Goal of the exercise>
Starting at the line that contains "margin_of(&model, 0, 0, sample).unwrap().0", return every line through the end of the entries below, exactly and with nothing else.

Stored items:
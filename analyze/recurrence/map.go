package recurrence

import (
	"math/bits"
	"slices"
)

// Map is the picture of a recurrence plot: Density[a·Cols + b] is the share of
// recurrences among the pairs of cell (a, b), rows first. A cell holds one pair
// where the plot is no larger than was asked for. Row and Col hold the cells'
// middles in s. The excluded band is empty but for the line of identity.
type Map struct {
	Rows, Cols int
	Row, Col   []float64
	Density    []float32
}

// darkest is the share from which on a picture shows cells as dark as can be: so that
// the plot of a long series, whose cells hold a few recurrences among many pairs, is
// not pale. One cell in a hundred of those with any, the middle diagonal not counted,
// has more.
func (m *Map) darkest() float64 {
	var some []float64
	for a := range m.Rows {
		for b := range m.Cols {
			if d := m.Density[a*m.Cols+b]; d > 0 && (a != b || m.Rows != m.Cols) {
				some = append(some, float64(d))
			}
		}
	}
	if len(some) == 0 {
		return 1
	}
	slices.Sort(some)
	return max(0.01, some[len(some)*99/100])
}

// grid counts points by cell.
type grid struct {
	rows, cols int
	row, col   []int32 // cell of each row and column
	count      []int32
}

func newGrid(e *engine) *grid {
	if e.opt.Map <= 0 {
		return nil
	}
	g := &grid{rows: min(e.opt.Map, e.n), cols: min(e.opt.Map, e.m)}
	cells := func(n, k int) []int32 {
		c := make([]int32, n)
		for i := range c {
			c[i] = int32(i * k / n)
		}
		return c
	}
	g.row, g.col = cells(e.n, g.rows), cells(e.m, g.cols)
	g.count = make([]int32, g.rows*g.cols)
	return g
}

func (g *grid) take(i, w0 int, row []uint64) {
	at := g.count[int(g.row[i])*g.cols:]
	for w := w0; w < len(row); w++ {
		x := row[w]
		if x == 0 {
			continue
		}
		if last := 64*w + 63; last < len(g.col) && g.col[64*w] == g.col[last] {
			at[g.col[last]] += int32(bits.OnesCount64(x))
			continue
		}
		for ; x != 0; x &= x - 1 {
			at[g.col[64*w+bits.TrailingZeros64(x)]]++
		}
	}
}

// picture turns the workers' counts into a map.
func (e *engine) picture(workers []*rowTally) *Map {
	g := workers[0].grid
	if g == nil {
		return nil
	}
	for _, t := range workers[1:] {
		for i, c := range t.grid.count {
			g.count[i] += c
		}
	}
	v := e.planes[0]
	middles := func(n, k int, v Vectors) (mid []float64, size []int) {
		mid, size = make([]float64, k), make([]int, k)
		for c := range k {
			from, to := (c*n+k-1)/k, ((c+1)*n+k-1)/k
			size[c] = to - from
			mid[c] = v.Start + v.Step*(float64(from+to-1)/2)
		}
		return mid, size
	}
	m := &Map{Rows: g.rows, Cols: g.cols, Density: make([]float32, g.rows*g.cols)}
	var rs, cs []int
	m.Row, rs = middles(e.n, g.rows, v.rows)
	m.Col, cs = middles(e.m, g.cols, v.cols)
	for a := range g.rows {
		for b := range g.cols {
			c := g.count[a*g.cols+b]
			if e.band >= 0 && a >= b {
				c = g.count[b*g.cols+a]
				if a == b {
					c = 2*c + int32(rs[a])
				}
			}
			m.Density[a*g.cols+b] = float32(c) / float32(rs[a]*cs[b])
		}
	}
	return m
}
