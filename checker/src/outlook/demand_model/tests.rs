use super::{Coefficient, DemandModel, Factored, Law, Limit, Places, Sample, SituationChance, StrengthInputs, margin_of};
use crate::model::Uncertain;
use crate::outlook::variables::{Correlation, Variables};

include!("../../../benches/shared/outlook_model.rs");

pub(in crate::outlook) fn demo(n_depths: usize, density: usize) -> (DemandModel, Variables) {
    four_layers(n_depths, density)
}

/// One fibre whose demand is `k(depth) x unit weight`, against tensile strength: closed forms exist for everything.
pub(in crate::outlook) fn fibre(
    strength: Uncertain,
    unit_weight: Uncertain,
    depths_m: &[f64],
    k: impl Fn(f64) -> f64,
) -> (DemandModel, Variables) {
    let inputs = [
        ("tensile strength".to_owned(), strength),
        ("unit weight".to_owned(), unit_weight),
        ("cohesion".to_owned(), Uncertain::Exact(1e9)),
        ("friction angle".to_owned(), Uncertain::Exact(0.6)),
    ];
    let whole = |input| Factored { input, factor: 1.0 };
    let model = DemandModel {
        depths_m: depths_m.to_vec(),
        coefficients: vec![Coefficient::Input(1)],
        strengths: vec![StrengthInputs::Typed { tensile_pa: whole(0), cohesion_pa: whole(2), friction_angle_rad: 3 }],
        situations: vec![SituationChance { name: "ordinary".into(), annual_chance: None }],
        limits: vec![Limit { check: "section bending", situation: 0, law: Law::Fibre { strength: 0 } }],
        places: depths_m.iter().map(|d| vec![Places { at_m: vec![[0.0, 0.0]], unit: vec![k(*d)], share: vec![] }]).collect(),
        model_factor: None,
    };
    (model, Variables::new(&inputs, &[]).unwrap())
}

/// Closed forms of each law at one place: circle of (xx, yy, xy) = (300, -100, 150) kPa has centre 100, radius 250, major 350.
#[test]
fn margins_are_their_laws() {
    let strengths = vec![[400.0, 500.0, 0.75]];
    let sample = Sample { coefficients: vec![1.0], strengths, model_factor: 1.0 };
    let margin = |law: Law, unit: Vec<f64>, share: Vec<f64>, sample: &Sample| {
        let model = DemandModel {
            depths_m: vec![1.0],
            coefficients: vec![Coefficient::One],
            strengths: vec![],
            situations: vec![],
            limits: vec![Limit { check: "local shear", situation: 0, law }],
            places: vec![vec![Places { at_m: vec![[0.0, 0.0]], unit, share }]],
            model_factor: None,
        };
        margin_of(&model, 0, 0, sample).unwrap().0
    };
    let tensor = vec![300.0, -100.0, 150.0];
    assert!((margin(Law::Tension { strength: 0 }, tensor.clone(), vec![], &sample) - 50.0).abs() < 1e-9);
    assert!((margin(Law::Fibre { strength: 0 }, vec![410.0], vec![], &sample) + 10.0).abs() < 1e-9);
    // c + p t - R sqrt(1 + t^2) = 500 - 100 x 0.75 - 250 x 1.25 = 112.5.
    assert!((margin(Law::Shear { strength: 0 }, tensor.clone(), vec![], &sample) - 112.5).abs() < 1e-9);
    // Half of the line holds by cohesion, normal part 40: 250 + 30 - 200 = 80.
    assert!((margin(Law::Sliding { strengths: vec![0] }, vec![-200.0, 40.0], vec![0.5], &sample) - 80.0).abs() < 1e-9);
    // The reserve F = sqrt(((c + p t) / R)^2 - t^2) of the same circle: a model factor of exactly 1 / F leaves no margin.
    let reserve = (425.0_f64 / 250.0).hypot(0.0).powi(2) - 0.75 * 0.75;
    let at_limit = Sample { model_factor: 1.0 / reserve.sqrt(), ..sample };
    assert!(margin(Law::Shear { strength: 0 }, tensor, vec![], &at_limit).abs() < 1e-9);
}

#[test]
fn tensile_strength_is_cut_at_the_apex() {
    let (model, variables) = fibre(Uncertain::Exact(9e9), Uncertain::Exact(25e3), &[1.0], |d| d);
    let sample = Sample::new(&model, &variables.medians());
    assert!((sample.strengths[0][0] - 1e9 / 0.6_f64.tan()).abs() < 1.0);
}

Result of the exercise>
        margin_of(&model, 0, 0, sample).unwrap().0
    };
    let tensor = vec![300.0, -100.0, 150.0];
    assert!((margin(Law::Tension { strength: 0 }, tensor.clone(), vec![], &sample) - 50.0).abs() < 1e-9);
    assert!((margin(Law::Fibre { strength: 0 }, vec![410.0], vec![], &sample) + 10.0).abs() < 1e-9);
    // c + p t - R sqrt(1 + t^2) = 500 - 100 x 0.75 - 250 x 1.25 = 112.5.
    assert!((margin(Law::Shear { strength: 0 }, tensor.clone(), vec![], &sample) - 112.5).abs() < 1e-9);
    // Half of the line holds by cohesion, normal part 40: 250 + 30 - 200 = 80.
    assert!((margin(Law::Sliding { strengths: vec![0] }, vec![-200.0, 40.0], vec![0.5], &sample) - 80.0).abs() < 1e-9);
    // The reserve F = sqrt(((c + p t) / R)^2 - t^2) of the same circle: a model factor of exactly 1 / F leaves no margin.
    let reserve = (425.0_f64 / 250.0).hypot(0.0).powi(2) - 0.75 * 0.75;
    let at_limit = Sample { model_factor: 1.0 / reserve.sqrt(), ..sample };
    assert!(margin(Law::Shear { strength: 0 }, tensor, vec![], &at_limit).abs() < 1e-9);
}

#[test]
fn tensile_strength_is_cut_at_the_apex() {
    let (model, variables) = fibre(Uncertain::Exact(9e9), Uncertain::Exact(25e3), &[1.0], |d| d);
    let sample = Sample::new(&model, &variables.medians());
    assert!((sample.strengths[0][0] - 1e9 / 0.6_f64.tan()).abs() < 1.0);
}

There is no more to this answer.